Le argomentazioni dell’esecutivo guidato dal conservatore Enda Kenny sono essenzialmente due. Il primo è che Bruxelles ha mal interpretato il funzionamento del diritto fiscale irlandese. Secondo i tecnici del commissario Ue alla Concorrenza Margrethe Vestager Dublino avrebbe concluso con la Mela due diversi accordi fiscali nel 1991 e nel 2007, abbassando l’aliquota reale pagata nel Paese, dove la multinazionale veicola tutti i redditi generati in Europa, sotto lo 0,5% e assicurandole così un trattamento privilegiato rispetto ai concorrenti che violerebbe la legge sugli aiuti di Stato. L’Irlanda sostiene invece di non negoziare alcun accordo ad hoc con singoli contribuenti, ma che il parere indirizzato a Apple è solo una interpretazione del “normale trattamento fiscale” in vigore nel Paese che prevede che le imprese non residenti non paghino tasse sui profitti realizzati sull’Isola. Secondo Dublino (e secondo la stessa Mela) Apple Sales International e Apple Operations Europe, società irlandesi ma prive di residenza fiscale, hanno una funzione puramente operativa: i guadagni realizzati da Apple dovrebbero essere semmai tassati negli Stati Uniti, dove la società di Cupertino conduce la ricerca e lo sviluppo dei prodotti. E il rimpatrio dei profitti esteri delle grandi multinazionali, non a caso, è uno dei punti all’ordine del giorno della nuova presidenza Trump.

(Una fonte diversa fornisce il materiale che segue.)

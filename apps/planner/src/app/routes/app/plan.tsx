import { useParams } from 'react-router-dom';
import { PlanPage } from '@/features/plans';
import { useMe } from '@/lib/auth';
import NotFoundRoute from './not-found';
import { parseIdParam } from './parse-id-param';

export default function PlanRoute() {
  const me = useMe();
  const id = parseIdParam(useParams().planId);
  if (id === null || !me.data) return <NotFoundRoute />;
  return <PlanPage key={id} planId={id} role={me.data.role} />;
}
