import { afterAll, beforeAll, describe, expect, it } from 'vitest';
import request from 'supertest';
import { sessionStateSchema } from '@millrace/contracts';
import { createPerson } from '../src/people/create-person.use-case';
import { createTestContext, type TestContext } from './support/test-app';
import { testPassword, testPeople } from './support/seed-people';

/**
 * GET /api/session: the open "who is signed in here?" question the planner asks before anyone
 * has signed in. It always answers 200 (so a browser shows no failed request), while GET
 * /api/me keeps its 401 without a session (DESIGN.md, API essentials).
 */
let ctx: TestContext;
beforeAll(async () => {
  ctx = await createTestContext();
});
afterAll(async () => ctx?.close());

const sessionCookieOf = (res: request.Response) => ([] as string[]).concat(res.headers['set-cookie'] ?? []).find((c) => c.startsWith('millrace_session='));

describe('GET /api/session', () => {
  it('when nobody is signed in, then 200 {signedIn: false} while GET /api/me still answers 401', async () => {
    const res = await request(ctx.app).get('/api/session');
    expect(res.status).toBe(200);
    expect(res.body).toEqual({ signedIn: false });
    expect(sessionStateSchema.parse(res.body)).toEqual({ signedIn: false });
    expect((await request(ctx.app).get('/api/me')).status).toBe(401);
  });

  it('when signed in, then 200 {signedIn: true, person} with the same e-mail, name and role as GET /api/me and nothing more', async () => {
    for (const role of ['admin', 'planner', 'supervisor', 'floor_lead'] as const) {
      const agent = await ctx.agentFor(role);
      const res = await agent.get('/api/session');
      expect(res.status).toBe(200);
      expect(res.body).toEqual({ signedIn: true, person: { email: testPeople[role].email, name: testPeople[role].name, role } });
      expect(res.body.person).toEqual((await agent.get('/api/me')).body);
    }
  });

  it('when the person signs out, then the same browser is told {signedIn: false}', async () => {
    const agent = await ctx.agentFor('planner');
    expect((await agent.get('/api/session')).body.signedIn).toBe(true);
    expect((await agent.post('/api/auth/sign-out')).status).toBe(204);
    expect((await agent.get('/api/session')).body).toEqual({ signedIn: false });
  });

  it('when the cookie names an unknown or expired session, then {signedIn: false} and the cookie is cleared', async () => {
    const res = await request(ctx.app).get('/api/session').set('Cookie', 'millrace_session=not-a-session-we-issued');
    expect(res.status).toBe(200);
    expect(res.body).toEqual({ signedIn: false });
    expect(sessionCookieOf(res)).toMatch(/^millrace_session=;/);

    const agent = ctx.anonymous();
    const signIn = await agent.post('/api/auth/sign-in').send({ email: testPeople.supervisor.email, password: testPassword });
    const id = sessionCookieOf(signIn)!.split(';')[0].split('=')[1];
    await ctx.dataSource.query('UPDATE session SET expires_at = UTC_TIMESTAMP() - INTERVAL 1 MINUTE WHERE id = ?', [id]);
    expect((await agent.get('/api/session')).body).toEqual({ signedIn: false });
  });

  it('when the person is deactivated, then their open session answers {signedIn: false}', async () => {
    await createPerson(ctx.dataSource, { email: 'leaving@millrace.test', name: 'Leaving', role: 'planner', password: testPassword });
    const agent = ctx.anonymous();
    expect((await agent.post('/api/auth/sign-in').send({ email: 'leaving@millrace.test', password: testPassword })).status).toBe(200);
    expect((await agent.get('/api/session')).body.signedIn).toBe(true);
    await ctx.dataSource.query('UPDATE person SET active = 0 WHERE email = ?', ['leaving@millrace.test']);
    expect((await agent.get('/api/session')).body).toEqual({ signedIn: false });
  });
});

Ma è la seconda obiezione di Dublino, quella sull’indebita interferenza di Bruxelles sui suoi affari interni, quella destinata a sollevare le maggiori polemiche. La sentenza comunitaria in effetti assomiglia molto a uno stratagemma: per censurare un regime fiscale percepito come non equo, la Ue ha dovuto usare una via indiretta, la normativa contro gli aiuti di Stato. Nel suo “position paper” allora il governo di Dublino ha buon gioco nel sostenere che i tecnici europei stanno cerando di “riscrivere il diritto fiscale interno di un Paese” senza averne la facoltà. Tanto più che Dublino negli ultimi mesi ha fatto alcuni passi per rendere la sua tassazione meno permissiva, in linea con le linee guida sull’imposizione delle multinazionali approvata dall’Ocse. L’unica vera soluzione, per moderare la concorrenza fiscale al ribasso tra Paesi europei, sarebbe introdurre una base fiscale unica a livello comunitario. Una proposta formulata già nel 2011, ma che i governi finora non hanno mai davvero voluto portare avanti.